Discrimination of individual source classes was also studied. A deeper model (max_depth = 5) was found to provide the best performances in the parameter scan. Classification metrics obtained over both ‘mixed’ and ‘askap’ test set are reported in Table 7 (rows 4-11, columns 2, 3), while the source confusion matrix obtained over the ‘mixed’ survey test sets is plotted in Fig. 5. In this case, extragalactic sources (radio galaxies, QSO) can be identified with $\sim$ 85% accuracy, with a rate of misclassified sources of the order of 15%, almost entirely in the direction of the other extragalactic source category (e.g. QSO $\rightarrow$ galaxy, and vice versa). PNe, Hii regions and pulsars are the best classified sources within the Galactic group. Lowest misclassification rates towards other classes are obtained for Hii regions, found below 15%. PNe are more likely (38%) to be misclassified as Hii regions. As reported in previous studies (Anderson et al.

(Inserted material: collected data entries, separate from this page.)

"""The :class:`Volume`: a reconstructed stack of planes with its spacing and metadata.

Conventions (``DEVELOPERS.md``, section "Conventions"): the array is indexed
``[z, y, x]`` (plane, row, column) and held as float32; ``spacing_mm`` is
``(dz, dy, dx)``; ``origin_mm`` is the position ``(z, y, x)`` in mm of the centre of voxel
``[0, 0, 0]``; ``x`` is the direction of source travel, ``z`` the height above the
detector with plane 0 nearest to it.
"""

from __future__ import annotations

from dataclasses import dataclass, field
from types import MappingProxyType
from typing import Mapping

import numpy as np

from .errors import InputError


def _frozen_mapping(values: Mapping | None) -> Mapping:
    return MappingProxyType(dict(values or {}))


@dataclass(frozen=True)
class Volume:
    """A reconstructed volume.

    Parameters
    ----------
    data : (nz, ny, nx) ndarray
        Voxel values, converted to float32 and made read-only.
    spacing_mm : tuple of 3 floats
        ``(dz, dy, dx)`` in mm, all positive.
    origin_mm : tuple of 3 floats
        ``(z, y, x)`` in mm of the centre of voxel ``[0, 0, 0]``.
    meta : mapping
        Unit identity and acquisition facts (manufacturer, model, serial, software,
        geometry, source file, ...). Never patient identifiers: readers drop them.
    """

    data: np.ndarray
    spacing_mm: tuple[float, float, float]
    origin_mm: tuple[float, float, float] = (0.0, 0.0, 0.0)
    meta: Mapping = field(default_factory=dict)

    def __post_init__(self):
        arr = np.asarray(self.data)
        if arr.ndim != 3:
            raise InputError(f"a volume needs 3 dimensions [z, y, x], got shape {arr.shape}",
                             field="data")
        if min(arr.shape) < 1:
            raise InputError(f"a volume cannot be empty, got shape {arr.shape}", field="data")
        if arr.dtype != np.float32:
            arr = arr.astype(np.float32)
        if arr.flags.writeable:
            if arr is self.data:  # do not freeze the caller's array behind their back
                arr = arr.copy()
            arr.flags.writeable = False
        spacing = tuple(float(s) for s in self.spacing_mm)
        if len(spacing) != 3 or not all(np.isfinite(s) and s > 0 for s in spacing):
            raise InputError(f"spacing must be three positive numbers (dz, dy, dx) in mm, "
                             f"got {self.spacing_mm!r}", field="spacing_mm")
        origin = tuple(float(o) for o in self.origin_mm)
        if len(origin) != 3 or not all(np.isfinite(o) for o in origin):
            raise InputError(f"origin must be three finite numbers (z, y, x) in mm, "
                             f"got {self.origin_mm!r}", field="origin_mm")
        object.__setattr__(self, "data", arr)
        object.__setattr__(self, "spacing_mm", spacing)
        object.__setattr__(self, "origin_mm", origin)
        object.__setattr__(self, "meta", _frozen_mapping(self.meta))

    # --- geometry helpers -------------------------------------------------------------
    @property
    def shape(self) -> tuple[int, int, int]:
        return self.data.shape

    def axis_mm(self, axis: int) -> np.ndarray:
        """Positions in mm of the voxel centres along ``axis`` (0 = z, 1 = y, 2 = x)."""
        n = self.data.shape[axis]
        return self.origin_mm[axis] + self.spacing_mm[axis] * np.arange(n)

    def to_index(self, point_mm) -> np.ndarray:
        """Fractional voxel index ``(iz, iy, ix)`` of a point ``(z, y, x)`` in mm."""
        p = np.asarray(point_mm, dtype=float)
        return (p - np.asarray(self.origin_mm)) / np.asarray(self.spacing_mm)

    def to_mm(self, index) -> np.ndarray:
        """Position ``(z, y, x)`` in mm of a (fractional) voxel index."""
        i = np.asarray(index, dtype=float)
        return np.asarray(self.origin_mm) + i * np.asarray(self.spacing_mm)

    def plane_index(self, z_mm: float) -> int:
        """Index of the plane nearest to height ``z_mm``."""
        return int(np.clip(round(float(self.to_index((z_mm, 0, 0))[0])), 0, self.shape[0] - 1))

    def with_meta(self, **extra) -> "Volume":
        """A copy of this volume with ``extra`` merged into its metadata."""
        meta = dict(self.meta)
        meta.update(extra)
        return Volume(self.data, self.spacing_mm, self.origin_mm, meta)
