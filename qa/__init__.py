"""Lacuna: quality assurance for limited-angle X-ray scanners.

The package follows the chain of ``DEVELOPERS.md``: phantom definition, simulated or
real volume, location of the test objects, measurement, judgement, history, log.
"""

from importlib import metadata as _metadata
from pathlib import Path as _Path

try:
    __version__ = _metadata.version("lacuna")
except _metadata.PackageNotFoundError:  # running from a source tree that is not installed
    __version__ = "0.0.0+source"

#: The project folder holding ``phantoms/`` and ``thresholds/`` (an editable install).
PROJECT_ROOT = _Path(__file__).resolve().parent.parent

__all__ = ["__version__", "PROJECT_ROOT"]
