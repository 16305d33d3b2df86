/**
 * The browser's analysis pool (web/src/workers/analysis-pool.ts) in Chromium: a capture split by
 * channel across module Web Workers must give the result of one analyzeWavBytes on the page's
 * thread field by field — the same numbers, not close ones (analysis/channel-split.ts says why).
 * The page is a bare one built with Vite for this test (tests/support/pool-page), not the app.
 */
import { execFileSync } from 'node:child_process';
import { mkdtempSync, readFileSync, rmSync, writeFileSync } from 'node:fs';
import { tmpdir } from 'node:os';
import { join } from 'node:path';
import { afterAll, beforeAll, describe, expect, it } from 'vitest';
import { chromium, type Browser, type Page } from 'playwright-core';
import { addClick, analyzeWavBytes, encodeWav, generateNoise, generateSine, mixInto, readWavInfo } from '../../analysis/index';
import { launchChromium } from '../support/browser';
import { startPoolPage, type PoolPage } from '../support/pool-page';
import type { PoolFailure, PoolHarness, SplitChoice } from '../support/pool-page/harness';

const FS = 48_000;
let dir: string;
let site: PoolPage;
let browser: Browser;

/** 4 s stereo: left 997 Hz at −20 dBFS with three clicks, right the tone at −60 dBFS, noise in both. */
function stereoWithClicks(): Uint8Array {
  const ch = generateSine({ sampleRate: FS, frequencyHz: 997, levelDbfs: -20, seconds: 4, channels: 2, drivenChannels: [0] });
  mixInto(ch[1]!, generateSine({ sampleRate: FS, frequencyHz: 997, levelDbfs: -60, seconds: 4 })[0]!);
  ch.forEach((c, i) => mixInto(c, generateNoise({ sampleRate: FS, levelDbfs: -100, seconds: 4, seed: 5 + i })[0]!));
  for (const frame of [30_000, 100_000, 170_000]) addClick(ch[0]!, FS, { frame, amplitude: 0.05, shape: 'burst' });
  return encodeWav(ch, FS, 24);
}

/** 3 s, 6 channels: a tone, hum, noise, and clicks in channels 2 and 5. */
function sixWithClicks(): Uint8Array {
  const ch = generateSine({ sampleRate: FS, frequencyHz: 997, levelDbfs: -10, seconds: 3, channels: 6, drivenChannels: [0] });
  mixInto(ch[1]!, generateSine({ sampleRate: FS, frequencyHz: 50, levelDbfs: -60, seconds: 3 })[0]!);
  ch.forEach((c, i) => mixInto(c, generateNoise({ sampleRate: FS, levelDbfs: -96, seconds: 3, seed: 20 + i })[0]!));
  for (const frame of [10_000, 70_000]) addClick(ch[2]!, FS, { frame, amplitude: 0.02 });
  addClick(ch[5]!, FS, { frame: 120_000, amplitude: -0.03 });
  return encodeWav(ch, FS, 24);
}

beforeAll(async () => {
  dir = mkdtempSync(join(tmpdir(), 'quietpath-pool-'));
  const stereo = stereoWithClicks();
  writeFileSync(join(dir, 'stereo-clicks.wav'), stereo);
  writeFileSync(join(dir, 'six-clicks.wav'), sixWithClicks());
  // Debian's sox makes this one: full-scale sines (sox's synth peaks at 1.0) lowered by 20 dB.
  execFileSync('sox', ['-n', '-r', '48000', '-b', '24', '-c', '6', join(dir, 'six-sox.wav'), 'synth', '3', 'sine', '997', 'sine', '440', 'sine', '2000', 'sine', '100', 'sine', '5000', 'sine', '60', 'gain', '-20']);
  // The header still declares every sample; the file ends 6000 bytes early.
  writeFileSync(join(dir, 'cut.wav'), stereo.subarray(0, stereo.length - 6000));
  // A float file with a NaN at frame 100 of channel 1: only the worker given channel 1 meets it,
  // if the engine looked at its own channels alone.
  const f32 = encodeWav(generateSine({ sampleRate: FS, frequencyHz: 997, levelDbfs: -10, seconds: 3, channels: 2 }), FS, 'float32');
  new DataView(f32.buffer).setFloat32(readWavInfo(f32).dataOffset + (100 * 2 + 1) * 4, Number.NaN, true);
  writeFileSync(join(dir, 'nan.wav'), f32);
  writeFileSync(join(dir, 'short.wav'), encodeWav(generateSine({ sampleRate: FS, frequencyHz: 997, levelDbfs: -20, seconds: 1, channels: 2 }), FS, 24));
  site = await startPoolPage(join(dir, 'page'), dir);
  browser = await launchChromium(chromium);
}, 120_000);
afterAll(async () => {
  await browser?.close();
  await site?.close();
  if (dir) rmSync(dir, { recursive: true, force: true });
});

async function open(workers?: number): Promise<Page> {
  const page = await browser.newPage();
  page.setDefaultTimeout(60_000);
  await page.goto(`${site.url}/${workers ? `?workers=${workers}` : ''}`);
  await page.locator('#state', { hasText: 'ready' }).waitFor();
  return page;
}

// Functions given to page.evaluate run in the page: each names the page's harness itself.
type PageScope = { poolHarness: PoolHarness };
const both = (page: Page, name: string, split: SplitChoice = 'auto') => page.evaluate(([n, s]) => (globalThis as unknown as PageScope).poolHarness.both(n, {}, s), [name, split] as const);
const failure = (page: Page, name: string, split: SplitChoice = 'auto') => page.evaluate(([n, s]) => (globalThis as unknown as PageScope).poolHarness.failure(n, s), [name, split] as const);
const started = (page: Page) => page.evaluate(() => (globalThis as unknown as PageScope).poolHarness.started());

describe('the analysis pool in Chromium gives the one-thread result field by field', () => {
  for (const workers of [4, undefined]) {
    it(`${workers ?? 'one per core'} workers: 6-channel and stereo captures with clicks, and sox's 6 tones`, { timeout: 120_000 }, async () => {
      const page = await open(workers);
      const size = await page.evaluate(() => (globalThis as unknown as PageScope).poolHarness.size);
      expect(size).toBeGreaterThanOrEqual(1);

      const six = await both(page, 'six-clicks.wav');
      expect(six.pooled).toStrictEqual(six.single);
      // Known by construction, so the two are not merely agreeing on nothing.
      expect(six.single.channels.map((c) => c.clicks.count)).toEqual([0, 0, 2, 0, 0, 1]);
      // Every file above is past the break-even: each of the pool's workers took a share.
      expect(await started(page)).toBe(Math.min(size, 6));

      const stereo = await both(page, 'stereo-clicks.wav');
      expect(stereo.pooled).toStrictEqual(stereo.single);
      expect(stereo.single.channels.map((c) => c.clicks.count)).toEqual([3, 0]);
      // Levels per AES17 (a sine's RMS + 3.01 dB): −20 and −60 dBFS as generated, 40 dB apart.
      expect(Math.abs(stereo.single.channels[0]!.rmsDbfs! - -20)).toBeLessThan(0.01);
      expect(Math.abs(stereo.single.separation[0]!.db! - 40)).toBeLessThan(0.1);

      const sox = await both(page, 'six-sox.wav');
      expect(sox.pooled).toStrictEqual(sox.single);
      // sox's full-scale sine reads 0 dBFS per AES17, so each channel −20 dBFS after `gain -20`
      // (±0.02 dB for sox's 24-bit dither).
      for (const c of sox.single.channels) expect(Math.abs(c.rmsDbfs! - -20)).toBeLessThan(0.02);
      // The engine reads every channel at the driven channel's tone: channel 0's 997 Hz.
      expect(Math.abs(sox.single.channels[0]!.fundamentalHz! - 997)).toBeLessThan(0.1);

      // One second is below the break-even: one worker measures it whole, with the same result.
      const short = await both(page, 'short.wav');
      expect(short.pooled).toStrictEqual(short.single);
      // The warm workers served every file: none was started after the first.
      expect(await started(page)).toBe(Math.min(size, 6));
      await page.close();
    });
  }
});

/** What analyzeWavBytes throws for the file, as the harness reports a pool's error. */
function singleThreadError(name: string): PoolFailure {
  try {
    analyzeWavBytes(new Uint8Array(readFileSync(join(dir, name))));
  } catch (err) {
    const e = err as Error & { code?: string };
    return { name: e.name, message: e.message, code: e.code ?? null };
  }
  throw new Error(`analyzeWavBytes accepted ${name}`);
}

describe('a worker that fails', () => {
  it('a truncated file and a NaN sample: the engine\'s own error comes back, the failed workers are replaced, and the pool still works', { timeout: 120_000 }, async () => {
    const page = await open(2);
    // Both headers are sound, so the pool splits the files; the samples are what is wrong.
    expect(singleThreadError('cut.wav')).toMatchObject({ name: 'WavFormatError', code: 'truncated' });
    expect(singleThreadError('nan.wav')).toMatchObject({ name: 'WavFormatError', code: 'non-finite-sample', message: expect.stringMatching(/frame 100 .*channel 1/) });

    for (const name of ['cut.wav', 'nan.wav']) {
      for (const split of ['always', 'never'] as const) {
        expect(await failure(page, name, split), `${name}, split ${split}`).toEqual(singleThreadError(name));
        const after = await started(page);
        // The next file (split across both workers) is measured right, by a new worker in place of
        // each failed one: two when the bad file was split, one when one worker had it whole.
        const good = await both(page, 'stereo-clicks.wav');
        expect(good.pooled).toStrictEqual(good.single);
        expect(await started(page)).toBe(after + (split === 'always' ? 2 : 1));
      }
    }
    await page.close();
  });
});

Reference Anderson2012), we expect that a better discrimination power between the two types can be achieved by employing far-infrared and 8 $\unicode{x03BC}\mathrm{m}$ data (see next paragraph). Poor classification results are obtained on the radio stars and YSO samples, with F1-scores ranging from 20% to 30%. YSOs are largely ( $\sim$ 66%) misclassified as Hii regions or PNe. This is somewhat expected, as a fraction of SIMBAD objects classified as YSO (used as a reference for building the training sample) were also found listed in the WISE Hii region and HASH PN catalogues. Future data releases shall therefore focus on assessing the reliability of our YSO candidates, removing the identification ambiguities before repeating the classification analysis. The same labelling issue is also potentially affecting the radio star classification. Poor results on some Galactic class may be therefore not only due to the limited training sample, but also ascribed to the reliability of original source classification present in the literature.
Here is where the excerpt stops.